* _Records provided_:
>>>>

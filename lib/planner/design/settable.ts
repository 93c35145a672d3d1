import type { DesignRequest } from '@/lib/contracts';

/**
 * Doses that rows of the series may take: all of [low, high], or the sorted `grid` doses in it.
 * `path` holds the settable doses, in range or not, that may serve as rungs; null: any dose.
 */
export type Settable = {
  low: number;
  high: number;
  grid: number[] | null;
  path: number[] | null;
};

export type SettableRequest = Pick<DesignRequest, 'range' | 'order' | 'limits' | 'oscillates'>;

/** Whether a rise from one dose to another keeps the largest step, but for rounding. */
export function withinStep(from: number, to: number, largest: number): boolean {
  const rounding = 4 * Number.EPSILON * Math.max(Math.abs(from), Math.abs(to));
  return to - from <= largest * (1 + 1e-12) + rounding;
}

/** The dose in force before the series: as stated, or the steady end of the range. */
export function startOf(request: SettableRequest): number {
  const [lo, hi] = request.range;
  return request.limits?.start ?? (request.oscillates === 'below' ? hi : lo);
}

/** The settable doses that a chain of allowed rises leads to from `start`; falls are free. */
function reachable(path: number[], start: number, largest: number): number[] {
  let at = start;
  for (const dose of path) {
    if (dose <= at) continue;
    if (!withinStep(at, dose, largest)) break;
    at = dose;
  }
  return path.filter((dose) => dose <= at);
}

function splitAtGaps(path: number[], largest: number): number[][] {
  const islands: number[][] = [];
  for (const dose of path) {
    const island = islands.at(-1);
    const last = island?.at(-1);
    if (island && last !== undefined && withinStep(last, dose, largest)) island.push(dose);
    else islands.push([dose]);
  }
  return islands;
}

/**
 * The sets of doses from which a series may take its rows, within range, ceiling and grid. More
 * than one only where a rising series cannot cross a gap of the grid wider than the largest step:
 * then it has to stay within one of them. Empty when nothing can be set.
 */
export function settableSets(request: SettableRequest): Settable[] {
  const { limits, order } = request;
  const low = request.range[0];
  const high = Math.min(request.range[1], limits?.ceiling ?? Infinity);
  if (low > high) return [];
  if (!limits?.grid) return [{ low, high, grid: null, path: null }];
  const ceiling = limits.ceiling ?? Infinity;
  const all = [...new Set(limits.grid)].filter((d) => d <= ceiling).sort((a, b) => a - b);
  const largest = order === 'randomised' ? undefined : limits.largestStep;
  const path = largest === undefined ? all : reachable(all, startOf(request), largest);
  const islands =
    largest === undefined || order === 'descending' ? [path] : splitAtGaps(path, largest);
  return islands.flatMap((island) => {
    const grid = island.filter((d) => d >= low && d <= high);
    if (grid.length === 0) return [];
    return [{ low: grid[0]!, high: grid.at(-1)!, grid, path: island }];
  });
}

/** Doses that no onset level or anchor may repeat, and how near to one counts as repeating it. */
export type Avoid = { doses: readonly number[]; near: number };

const LATTICE = 800;

/**
 * The set without the doses to avoid; rungs may still pass them. Where any dose may be set, a fine
 * lattice stands for the set, with places just clear of each avoided dose. Null: nothing is left.
 */
export function clearOf(set: Settable, avoid: Avoid): Settable | null {
  if (avoid.doses.length === 0) return set;
  const { low, high } = set;
  const even = Array.from({ length: LATTICE + 1 }, (_, i) => low + ((high - low) * i) / LATTICE);
  const beside = avoid.doses.flatMap((d) => [d - avoid.near, d + avoid.near]);
  const all = set.grid ?? [...even, ...beside, high].sort((a, b) => a - b);
  const grid = [...new Set(all)].filter(
    (d) =>
      d >= low && d <= high && avoid.doses.every((a) => Math.abs(d - a) >= avoid.near * (1 - 1e-9)),
  );
  if (grid.length === 0) return null;
  return { ...set, grid, low: grid[0]!, high: grid.at(-1)! };
}
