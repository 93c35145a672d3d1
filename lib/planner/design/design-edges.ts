import type { DesignAnswer, DesignedLevel, DesignRequest, Note } from '@/lib/contracts';
import type { AnchorSide, Placed } from './anchors';
import { anchorsBetween, anchorsOf } from './anchors';
import { equalSpacing, expectationOf, refuseStepInRandomOrder } from './design';
import { limitNotes } from './notes';
import type { OnsetTask } from './onset-levels';
import { onsetLevels, onsetTask } from './onset-levels';
import { priorOf } from './prior';
import { rowsOf } from './rows';
import type { Settable } from './settable';
import { settableSets } from './settable';

/** What all edges of one series have in common; it overrides the like-named parts of each edge. */
export type SharedDesign = Pick<DesignRequest, 'range' | 'order' | 'limits' | 'anchors' | 'seed'>;
/** `edge`: which of the requests an onset level serves, by its place in the list; else null. */
export type EdgeLevel = DesignedLevel & { edge: number | null };
export type EdgesAnswer = {
  levels: EdgeLevel[];
  /** In the order of the requests. */
  expected: DesignAnswer['expected'][];
  notes: Note[];
};

type Edge = { index: number; request: DesignRequest; task: OnsetTask; equal: number[] };
type Found = { set: Settable; doses: number[][]; variances: number[]; score: number };

/** Where one edge's part of the range ends and the next begins, by distance in prior sd. */
function borders(edges: Edge[]): number[] {
  return edges.slice(1).map((upper, i) => {
    const a = edges[i]!.task.prior;
    const b = upper.task.prior;
    const share = a.sd + b.sd > 0 ? a.sd / (a.sd + b.sd) : 0.5;
    return a.mean + (b.mean - a.mean) * share;
  });
}

/** The part of a settable set that lies within [low, high]; null when nothing does. */
function partOf(set: Settable, low: number, high: number): Settable | null {
  const [from, to] = [Math.max(set.low, low), Math.min(set.high, high)];
  if (from > to) return null;
  if (set.grid === null) return { ...set, low: from, high: to };
  const grid = set.grid.filter((d) => d >= from && d <= to);
  return grid.length === 0 ? null : { ...set, low: grid[0]!, high: grid.at(-1)!, grid };
}

function levelsIn(set: Settable, edges: Edge[], cuts: number[]): Found {
  const found: Found = { set, doses: [], variances: [], score: 0 };
  edges.forEach((edge, i) => {
    const half = edge.task.apart / 2;
    const low = i === 0 ? -Infinity : cuts[i - 1]! + half;
    const high = i === edges.length - 1 ? Infinity : cuts[i]! - half;
    const part = partOf(set, low, high);
    const whole = edge.task.prior.sd ** 2;
    const chosen = part ? onsetLevels(edge.task, part, edge.equal) : { doses: [], variance: whole };
    found.doses.push(chosen.doses);
    found.variances.push(chosen.variance);
    found.score += whole > 0 ? chosen.variance / whole : 0;
  });
  return found;
}

/** Baselines where the system is steady, far-side levels where it oscillates, each shared once. */
function sharedAnchors(found: Found, edges: Edge[], shared: SharedDesign) {
  const apart = shared.limits?.smallestStep ?? 0;
  const side = (oscillating: boolean): Pick<AnchorSide, 'count' | 'purpose'> =>
    oscillating
      ? { count: shared.anchors?.above ?? 1, purpose: 'far side' }
      : { count: shared.anchors?.below ?? 1, purpose: 'baseline' };
  const filled = edges.flatMap((edge, i) =>
    found.doses[i]!.length > 0
      ? [{ above: edge.task.oscillates === 'above', doses: found.doses[i]! }]
      : [],
  );
  const [first, last] = [filled[0]!, filled.at(-1)!];
  const lower = { end: shared.range[0], next: first.doses[0]!, ...side(!first.above) };
  const upper = { end: shared.range[1], next: last.doses.at(-1)!, ...side(last.above) };
  const parts = [anchorsOf(lower, found.set, apart), anchorsOf(upper, found.set, apart)];
  for (let i = 0; i + 1 < filled.length; i += 1) {
    const gap = [filled[i]!.doses.at(-1)!, filled[i + 1]!.doses[0]!] as const;
    parts.push(anchorsBetween(gap, side(filled[i]!.above), found.set, apart));
  }
  return { placed: parts.flatMap((p) => p.placed), notes: parts.flatMap((p) => p.notes) };
}

/** The dose in force before: as stated, the steady end of the range, or steady ground between. */
function startingDose(shared: SharedDesign, edges: Edge[], cuts: number[]): number {
  if (shared.limits?.start !== undefined) return shared.limits.start;
  if (edges[0]?.task.oscillates !== 'below') return shared.range[0];
  if (edges.at(-1)!.task.oscillates === 'below') return shared.range[1];
  return cuts[0]!;
}

function unique(notes: Note[]): Note[] {
  return notes.filter((n, i) => notes.findIndex((m) => m.text === n.text) === i);
}

/**
 * One series for several onsets of one control parameter (the two edges of an oscillating window,
 * say): the onset levels of each edge are chosen by themselves within its own part of the range;
 * anchors are shared, with one set between neighbouring edges; order, ceiling, grid and largest
 * rising step hold for the whole list. `levels` and `replicates` of each request count for its edge;
 * the rows take the largest `replicates`.
 */
export function designEdges(requests: readonly DesignRequest[], shared: SharedDesign): EdgesAnswer {
  const whole = requests.map((r) => ({ ...r, ...shared }));
  for (const request of whole) refuseStepInRandomOrder(request);
  const edges: Edge[] = whole
    .map((request, index) => {
      const task = onsetTask(priorOf(request), request);
      return { index, request, task, equal: equalSpacing(shared.range, request.levels) };
    })
    .sort((a, b) => a.task.prior.mean - b.task.prior.mean);
  const cuts = borders(edges);
  const limits = { ...shared.limits, start: startingDose(shared, edges, cuts) };
  const sets = settableSets({ ...shared, limits, oscillates: 'above' });
  const candidates = sets.map((set) => levelsIn(set, edges, cuts));
  const best = candidates.reduce<Found | null>((a, b) => (a && a.score <= b.score ? a : b), null);
  const expected = whole.map((_, index) => {
    const i = edges.findIndex((edge) => edge.index === index);
    const { task, equal } = edges[i]!;
    return expectationOf(task, best?.variances[i] ?? task.prior.sd ** 2, equal);
  });
  const { levels, notes } = mergedRows(best, edges, { ...shared, limits });
  const own = edges.flatMap((edge, i) =>
    limitNotes(
      { ...edge.request, limits },
      edge.task.prior,
      best?.doses[i] ?? [],
      levels,
      sets.length,
    ),
  );
  return { levels, expected, notes: unique([...own, ...notes]) };
}

function mergedRows(best: Found | null, edges: Edge[], shared: SharedDesign) {
  if (best === null || best.doses.every((doses) => doses.length === 0)) {
    return { levels: [] as EdgeLevel[], notes: [] as Note[] };
  }
  const anchors = sharedAnchors(best, edges, shared);
  const serves = new Map<number, number>();
  best.doses.forEach((doses, i) => {
    for (const dose of doses) serves.set(dose, edges[i]!.index);
  });
  const onset = [...serves.keys()].map((dose): Placed => ({ dose, purpose: 'onset' }));
  const rows = rowsOf(
    [...anchors.placed, ...onset],
    {
      order: shared.order,
      start: shared.limits?.start ?? shared.range[0],
      largestStep: shared.limits?.largestStep,
      path: best.set.path,
      seed: shared.seed,
    },
    Math.max(...edges.map((edge) => edge.request.replicates)),
  );
  const levels = rows.map(
    (row): EdgeLevel => ({
      ...row,
      edge: row.purpose === 'onset' ? (serves.get(row.dose) ?? null) : null,
    }),
  );
  return { levels, notes: anchors.notes };
}
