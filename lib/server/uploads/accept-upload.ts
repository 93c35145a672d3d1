import { createHash } from 'node:crypto';
import { and, eq } from 'drizzle-orm';
import { v7 as uuid } from 'uuid';
import type { Conn, Transaction } from '@/db/client';
import { latestSystem } from '@/db/queries/systems';
import { booking, run, session, study, upload, user } from '@/db/schema';
import type { UploadAccount, UploadMapping } from '@/lib/contracts/forms/readings';
import { stampText } from '@/lib/format';
import type { ActionContext } from '../action';
import { audit } from '../audit';
import { AppError, notFound } from '../errors';
import { askEvidence } from '../evidence/ask-evidence';
import { readoutsOf } from '../evidence/readouts';
import { holdFile } from '../files';
import { retryDeadlock } from '../retry-deadlock';
import { type ImportedFile, importFile } from './import-file';
import { insertReadings } from './insert-readings';

export type UploadInput = {
  studyId: string;
  runId: string;
  sessionId: string | null;
  mapping: UploadMapping;
  fileName: string;
  bytes: Uint8Array;
};

/** Problems that are kept with an upload and shown row by row; all of them are counted. */
const MOST_PROBLEMS = 500;

type Context = Pick<ActionContext, 'db' | 'member' | 'now'>;
type Target = Awaited<ReturnType<typeof targetOf>>;

/** A column can only be given to a readout that the newest system has. */
async function assertReadouts(conn: Conn, labId: string, input: UploadInput): Promise<void> {
  const system = await latestSystem(conn, { labId, studyId: input.studyId });
  const known = system ? readoutsOf(system.model).map((r) => r.symbol) : [];
  const strange = input.mapping.valueColumns.find((v) => !known.includes(v.readout));
  if (!strange) return;
  throw new AppError('invalid-input', `The system has no readout “${strange.readout}”.`, {
    at: 'mapping.valueColumns',
    mend: `Give the column “${strange.column}” to one of ${known.join(', ')}, or add the readout on the System page.`,
  });
}

/** The run that the readings belong to, of this lab and study, with its setting. */
async function targetOf(conn: Conn, labId: string, input: UploadInput) {
  const [found] = await conn
    .select({ study, run })
    .from(run)
    .innerJoin(study, eq(study.id, run.studyId))
    .where(and(eq(run.id, input.runId), eq(run.studyId, input.studyId), eq(run.labId, labId)));
  if (!found) throw notFound('run');
  const { setAt } = found.run;
  if (!setAt) {
    throw new AppError(
      'not-possible',
      `The dose of run ${found.run.number} has not been set yet, so its readings have no time to count from.`,
      { at: 'runId', mend: 'Do the session that sets the dose first, or choose another run.' },
    );
  }
  await assertReadouts(conn, labId, input);
  if (input.sessionId) {
    const [own] = await conn
      .select({ id: session.id })
      .from(session)
      .innerJoin(booking, eq(booking.id, session.bookingId))
      .where(
        and(
          eq(session.id, input.sessionId),
          eq(session.labId, labId),
          eq(booking.runId, found.run.id),
        ),
      );
    if (!own) throw notFound('session of this run');
  }
  return { ...found, setAt };
}

/** Refuses content that this study has already, naming who uploaded it, when and for which run. */
async function refuseKnown(conn: Conn, of: Context['member'], studyId: string, sha256: string) {
  const [known] = await conn
    .select({ upload, by: user.name, number: run.number })
    .from(upload)
    .innerJoin(user, eq(user.id, upload.byId))
    .innerJoin(run, eq(run.id, upload.runId))
    .where(and(eq(upload.labId, of.labId), eq(upload.studyId, studyId), eq(upload.sha256, sha256)));
  if (!known) return;
  const when = stampText(known.upload.createdAt, of.lab.timeZone);
  throw new AppError(
    'conflict',
    `${known.by} uploaded this file on ${when} as “${known.upload.fileName}”, for run ${known.number}. Nothing was kept twice.`,
    { at: 'file', mend: 'Choose another file; the readings of this one are in the study.' },
  );
}

const isDuplicate = (error: unknown): boolean => {
  const { code, cause } = (error ?? {}) as { code?: string; cause?: unknown };
  return code === 'ER_DUP_ENTRY' || (cause !== undefined && isDuplicate(cause));
};

type Parsed = { target: Target; imported: ImportedFile; sha256: string };

/** The row of the file itself; a second one of the same content waits here, then collides. */
async function insertUpload(
  tx: Transaction,
  { member, now }: Context,
  input: UploadInput,
  { target, sha256 }: Parsed,
): Promise<string> {
  const uploadId = uuid();
  await tx.insert(upload).values({
    id: uploadId,
    labId: member.labId,
    studyId: target.study.id,
    runId: target.run.id,
    sessionId: input.sessionId,
    fileName: input.fileName,
    bytes: input.bytes.byteLength,
    sha256,
    mapping: input.mapping,
    rowsKept: 0,
    rowsRefused: 0,
    problems: [],
    byId: member.userId,
    createdAt: now,
  });
  return uploadId;
}

async function store(
  tx: Transaction,
  context: Context,
  input: UploadInput,
  { target, imported, sha256 }: Parsed,
) {
  const { member, now } = context;
  const { labId } = member;
  // One upload of a run at a time, so that the same rows in two files are seen as the same.
  const [locked] = await tx.select().from(run).where(eq(run.id, target.run.id)).for('update');
  if (locked?.setAt?.getTime() !== target.setAt.getTime()) {
    throw new AppError('conflict', 'The setting of this run was changed meanwhile.', {
      mend: 'Reload the page and upload again.',
    });
  }
  const uploadId = await insertUpload(tx, context, input, { target, imported, sha256 });
  const inserted = await insertReadings(tx, {
    labId,
    runId: target.run.id,
    uploadId,
    byId: member.userId,
    now,
    rows: imported.rows,
  });
  const refused = imported.refused + inserted.problems.length;
  const problems = [...imported.problems, ...inserted.problems].slice(0, MOST_PROBLEMS);
  await tx
    .update(upload)
    .set({ rowsKept: inserted.kept, rowsRefused: refused, problems })
    .where(eq(upload.id, uploadId));
  await audit(tx, {
    labId,
    actorId: member.userId,
    event: 'readings.uploaded',
    studyId: target.study.id,
    subjectId: uploadId,
    data: {
      runId: target.run.id,
      fileName: input.fileName,
      sha256,
      kept: inserted.kept,
      known: inserted.known,
      refused,
    },
  });
  const asked = await askEvidence(tx, {
    labId,
    studyId: target.study.id,
    askedBy: member.userId,
  });
  const { kept, known } = inserted;
  return { uploadId, kept, known, refused, problems, jobId: asked?.jobId ?? null };
}

/**
 * Takes a file of readings in: the file as it is, its good rows as readings, its bad rows listed with
 * what is wrong and how to mend it. All of it or, on any failure, nothing.
 */
export async function acceptUpload(context: Context, input: UploadInput): Promise<UploadAccount> {
  const { db, member } = context;
  const target = await targetOf(db, member.labId, input);
  const sha256 = createHash('sha256').update(input.bytes).digest('hex');
  await refuseKnown(db, member, input.studyId, sha256);
  const imported = await importFile(input, {
    setAt: target.setAt,
    timeZone: member.lab.timeZone,
    now: context.now,
  });
  const file = await holdFile({ labId: member.labId, sha256 }, input.bytes);
  try {
    const stored = await retryDeadlock(() =>
      db.transaction(async (tx) => {
        const done = await store(tx, context, input, { target, imported, sha256 });
        await file.keep();
        return done;
      }),
    );
    return { ...stored, remarks: imported.remarks };
  } catch (error) {
    await file.drop();
    if (isDuplicate(error)) await refuseKnown(db, member, input.studyId, sha256);
    throw error;
  }
}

<<<<

* _Problem_: Output the material above exactly, but only from the line that carries "low: number;" through the line that carries "export type SettableRequest".

* _Solved problem_:
  low: number;
  high: number;
  grid: number[] | null;
  path: number[] | null;
};

export type SettableRequest = Pick<DesignRequest, 'range' | 'order' | 'limits' | 'oscillates'>;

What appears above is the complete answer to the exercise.